Copyeditors are, as a group, very patient and forgiving readers. We love noticing nitpicky details and fixing subtle errors to help you present your audience the most polished and professional version of your book possible. We could spend all day moving commas and repossessing possessives, and many days we do. Editors aren’t impervious to frustration, however, especially when we come across the same small exasperating errors over and over again . . . in the course of one manuscript.
What errors make us reach for our red pens every time? We asked the Infinity copyediting staff, “What is your biggest pet peeve?”
*One of the most common mistakes an author can make is punctuating dialog incorrectly — and if it happens once, it’ll probably happen many times. Here are a few simple things to check for when punctuating dialog:
1. Quotation marks should surround only the text spoken by a character — not the attribution (he/she said), and not reported speech (I told him yes).
incorrect: “The apple tree is too tall to climb, he said.”
correct: “The apple tree is too tall to climb,” he said.
2. When a character ends a statement, use a comma instead of a period if the sentence continues after the dialog. Similarly, if any text introduces the dialog, a comma precedes the quotation.
incorrect: “That is a tall order.” She said. He turned to me and said. “I don’t want to go home.”
correct: “That is a tall order,” she said. He turned to me and said, “I don’t want to go home.”
If a complete sentence follows the dialog, it is safe to use a period.
incorrect: “I’m a private eye,” my cigarette glowed in the dark room.
correct: “I’m a private eye.” My cigarette glowed in the dark room.
3. Punctuation (including question marks and exclamation points) lives inside the quotation marks.
incorrect: “Is there really a rainbow over there” she asked? “That’s amazing”, she yelled!
correct: “Is there really a rainbow over there?” she asked. “That’s amazing!” she yelled.

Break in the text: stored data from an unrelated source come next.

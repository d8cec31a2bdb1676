import { listOf } from './list.ts';
import { checkOrbit, InclinationDeg, targetOrbitFields } from './orbit.ts';
import { VehicleInput } from './vehicle.ts';
import { z } from './zod.ts';

export const MAX_ORBITS = 40;

const OrbitCode = z
  .string()
  .trim()
  .min(1, 'A code has a character or more.')
  .max(40, 'A code has up to 40 characters.');
const OrbitName = z.string().trim().max(120, 'A name has up to 120 characters.');

/** A target orbit of the manifest as it is kept. `inclinationDeg` is null where the orbit is sun-synchronous. */
export const StudyOrbit = z
  .object({
    id: z.uuid(),
    position: z.int().meta({ description: 'Place in the manifest, from 0' }),
    code: z.string(),
    name: z.string(),
    perigeeKm: z.number(),
    apogeeKm: z.number(),
    inclinationDeg: z.number().nullable(),
    sunSynchronous: z.boolean(),
    profile: z.enum(['auto', 'direct', 'parking']),
    parkingKm: z.number(),
    flightsPerYear: z.number(),
    version: z.int(),
  })
  .meta({ id: 'StudyOrbit' });
export type StudyOrbit = z.infer<typeof StudyOrbit>;

export const OrbitList = listOf(StudyOrbit);
export type OrbitList = z.infer<typeof OrbitList>;

/** A target orbit for the manifest; it comes last unless a position is given, and gets a code where none is. */
export const OrbitInput = z
  .strictObject({
    ...targetOrbitFields,
    code: OrbitCode.optional(),
    name: OrbitName.default(''),
    position: z.int().min(0).optional(),
  })
  .check(checkOrbit)
  .meta({ id: 'OrbitInput' });
export type OrbitInput = z.infer<typeof OrbitInput>;
export type OrbitDraft = z.input<typeof OrbitInput>;

/**
 * Only what is sent changes; the orbit that comes of it is checked whole. An inclination ends sun-synchronous and
 * the other way round. `position` moves the orbit there and the others round it.
 */
export const OrbitPatch = z
  .strictObject({
    code: OrbitCode.optional(),
    name: OrbitName.optional(),
    perigeeKm: targetOrbitFields.perigeeKm.optional(),
    apogeeKm: targetOrbitFields.apogeeKm.optional(),
    inclinationDeg: InclinationDeg.nullable().optional(),
    sunSynchronous: z.boolean().optional(),
    profile: z.enum(['auto', 'direct', 'parking']).optional(),
    parkingKm: targetOrbitFields.perigeeKm.optional(),
    flightsPerYear: targetOrbitFields.flightsPerYear.unwrap().optional(),
    position: z.int().min(0).optional(),
    version: z.int().optional(),
  })
  .meta({ id: 'OrbitPatch' });
export type OrbitPatch = z.infer<typeof OrbitPatch>;

/** The study's vehicle: its own copy, and the library entry it was taken from. Version 0 where there is none yet. */
export const StudyVehicle = z
  .object({
    vehicle: VehicleInput.nullable(),
    libraryVehicleId: z.uuid().nullable(),
    version: z.int(),
  })
  .meta({ id: 'StudyVehicle' });
export type StudyVehicle = z.infer<typeof StudyVehicle>;

/** A vehicle of the library by its id, or one entered. */
export const StudyVehicleInput = z
  .strictObject({
    libraryVehicleId: z.uuid().optional(),
    vehicle: VehicleInput.optional(),
    version: z.int().optional(),
  })
  .refine(({ libraryVehicleId, vehicle }) => (libraryVehicleId === undefined) !== (vehicle === undefined), {
    path: ['vehicle'],
    error: 'Send a vehicle, or libraryVehicleId: one of the two.',
  })
  .meta({ id: 'StudyVehicleInput' });
export type StudyVehicleInput = z.infer<typeof StudyVehicleInput>;

/** A vehicle of the shared library. */
export const LibraryVehicle = z
  .object({
    id: z.uuid(),
    code: z.string(),
    name: z.string(),
    vehicle: VehicleInput,
    archived: z.boolean(),
    version: z.int(),
    updatedAt: z.iso.datetime(),
  })
  .meta({ id: 'LibraryVehicle' });
export type LibraryVehicle = z.infer<typeof LibraryVehicle>;

export const LibraryVehicleList = listOf(LibraryVehicle);
export type LibraryVehicleList = z.infer<typeof LibraryVehicleList>;

/** Zero would make every turn free, so the fraction lies above it. */
export const TurnSpeedFraction = z
  .number()
  .gt(0, 'The fraction lies above 0 and is 1 at most.')
  .max(1, 'The fraction lies above 0 and is 1 at most.')
  .meta({ description: 'Share of the injection speed flown by the time of a dogleg, up to 7° of arc' });

/** Where the losses of the Δv budget come from. */
export const LossesSource = z.enum(['entered', 'flown']).meta({
  description: 'entered: the vehicle’s own losses. flown: those of each site’s flown ascent',
});
export type LossesSource = z.infer<typeof LossesSource>;

export const StudySettings = z
  .object({ turnSpeedFraction: TurnSpeedFraction, losses: LossesSource, version: z.int() })
  .meta({ id: 'StudySettings' });
export type StudySettings = z.infer<typeof StudySettings>;

export const SettingsPatch = z
  .strictObject({
    turnSpeedFraction: TurnSpeedFraction.optional(),
    losses: LossesSource.optional(),
    version: z.int().optional(),
  })
  .meta({ id: 'SettingsPatch' });
export type SettingsPatch = z.infer<typeof SettingsPatch>;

Another editorial pet peeve is:
*Dangling and misplaced modifiers are hateful things. Although the name might sound intimidating, they are simply descriptors that have lost their way in a sentence, so that they no longer explain what the writer intended. A dangling modifier seems to have no subject at all, whereas a misplaced modifier wants to be adopted by a new one. The easiest way to avoid this trap is to keep related words close to each other within a sentence.
incorrect: Being Saturday night, the student decided to procrastinate.

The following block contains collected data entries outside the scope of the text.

import { listFields, listOf } from './list.ts';
import { z } from './zod.ts';

export const STUDY_STATES = ['draft', 'in-review', 'baselined'] as const;
export const StudyState = z.enum(STUDY_STATES);
export type StudyState = z.infer<typeof StudyState>;

export const STUDY_ROLES = ['lead', 'engineer', 'reviewer', 'reader'] as const;
export const StudyRole = z.enum(STUDY_ROLES);
export type StudyRole = z.infer<typeof StudyRole>;

export const StudyTitle = z
  .string()
  .trim()
  .min(1, 'A study has a title.')
  .max(160, 'A title has up to 160 characters.');
const Organisation = z.string().trim().max(120, 'An organisation’s name has up to 120 characters.');
const Question = z.string().trim().max(2000, 'A question has up to 2,000 characters.');
const DecideBy = z.iso.date('Write the day as YYYY-MM-DD.').nullable();

/** A study as its members see it; `role` is the reader's own. */
export const Study = z
  .object({
    id: z.uuid(),
    title: z.string(),
    organisation: z.string(),
    question: z.string(),
    decideBy: z.iso.date().nullable(),
    state: StudyState,
    archived: z.boolean(),
    role: StudyRole,
    revision: z
      .int()
      .meta({ description: 'One more at each change of the inputs or of the study’s weights' }),
    savedAt: z.iso.datetime().meta({ description: 'When the revision last moved' }),
    version: z.int().meta({ description: 'Of the fields here, for stale writes' }),
    updatedAt: z.iso.datetime(),
  })
  .meta({ id: 'Study' });
export type Study = z.infer<typeof Study>;

export const ARCHIVED_CHOICES = ['false', 'true', 'all'] as const;

/** The list of studies; archived ones only where they are asked for. */
export const StudyListQuery = z.object({
  ...listFields,
  state: StudyState.optional(),
  archived: z.enum(ARCHIVED_CHOICES).default('false'),
});
export type StudyListQuery = z.infer<typeof StudyListQuery>;

export const StudyList = listOf(Study);
export type StudyList = z.infer<typeof StudyList>;

/** A new study: blank, from the example, or a copy of a study one may read. */
export const StudyInput = z
  .strictObject({
    title: StudyTitle,
    from: z
      .union([z.literal(['blank', 'example']), z.uuid()])
      .default('blank')
      .meta({
        description: '"blank", "example", or the id of a study to copy',
      }),
  })
  .meta({ id: 'StudyInput' });
export type StudyInput = z.infer<typeof StudyInput>;

/** The study's own fields, as they are written on its first sheet. */
export const StudyHead = z.strictObject({
  title: StudyTitle,
  organisation: Organisation,
  question: Question,
  decideBy: DecideBy,
});
export type StudyHead = z.infer<typeof StudyHead>;

/** Only what is sent changes. `archived` is the lead's to send, and goes alone: an archived study takes nothing else. */
export const StudyPatch = z
  .strictObject({
    ...StudyHead.partial().shape,
    archived: z.boolean().optional(),
    version: z.int().optional(),
  })
  .refine(
    ({ archived, version: _, ...rest }) =>
      archived === undefined || Object.values(rest).every((value) => value === undefined),
    { path: ['archived'], error: 'Archive or restore in a request of its own.' },
  )
  .meta({ id: 'StudyPatch' });
export type StudyPatch = z.infer<typeof StudyPatch>;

Being Saturday night is a dangling modifier — it has no subject, and so it seems that the student = Saturday night.
correct: Since it was Saturday night, the student decided to procrastinate.
incorrect: My phone has a specific ringtone for my girlfriend that sounded chipper.
That sounded chipper is a misplaced modifier — it’s been separated from its subject, a specific ringtone, and instead, seems to imply that the speaker has a harem of girlfriends, but only one who sounded chipper.
correct: My phone has a specific, chipper-sounding ringtone for my girlfriend.
And last but not least in editorial pet peeves:
*Homophone (or homonym) confusion is so rudimentary that it almost shouldn’t be considered a pet peeve, but it’s everywhere! Of course, many people have difficulty remembering the differences between words that sound alike, such as to/too/two, farther/further, and your/you’re; it’s harder to be patient with mistakes involving less common words that sound similar, but mean very different things, such as so/sew, cereal/serial, idle/idol, and except/accept. Many of these errors are made when an author is writing quickly and relies on a spelling checker alone to catch his or her mistakes; others stem from a lack of understanding of the words’ meanings. There are two techniques to help reduce homophone confusion:
1.) Read your manuscript multiple times, and have as many people as possible read and critique it.
2.) If you have any doubt about the spelling or use of any word, look it up in a dictionary.
incorrect: For a different prospective, I asked my dad, formally a minor, if a mining cart would need duel break peddles to keep access wait stationery. I listed to what I herd with wrapped attention.
correct: For a different perspective, I asked my dad, formerly a miner, if a mining cart would need dual brake pedals to keep excess weight stationary. I listened to what I heard with rapt attention.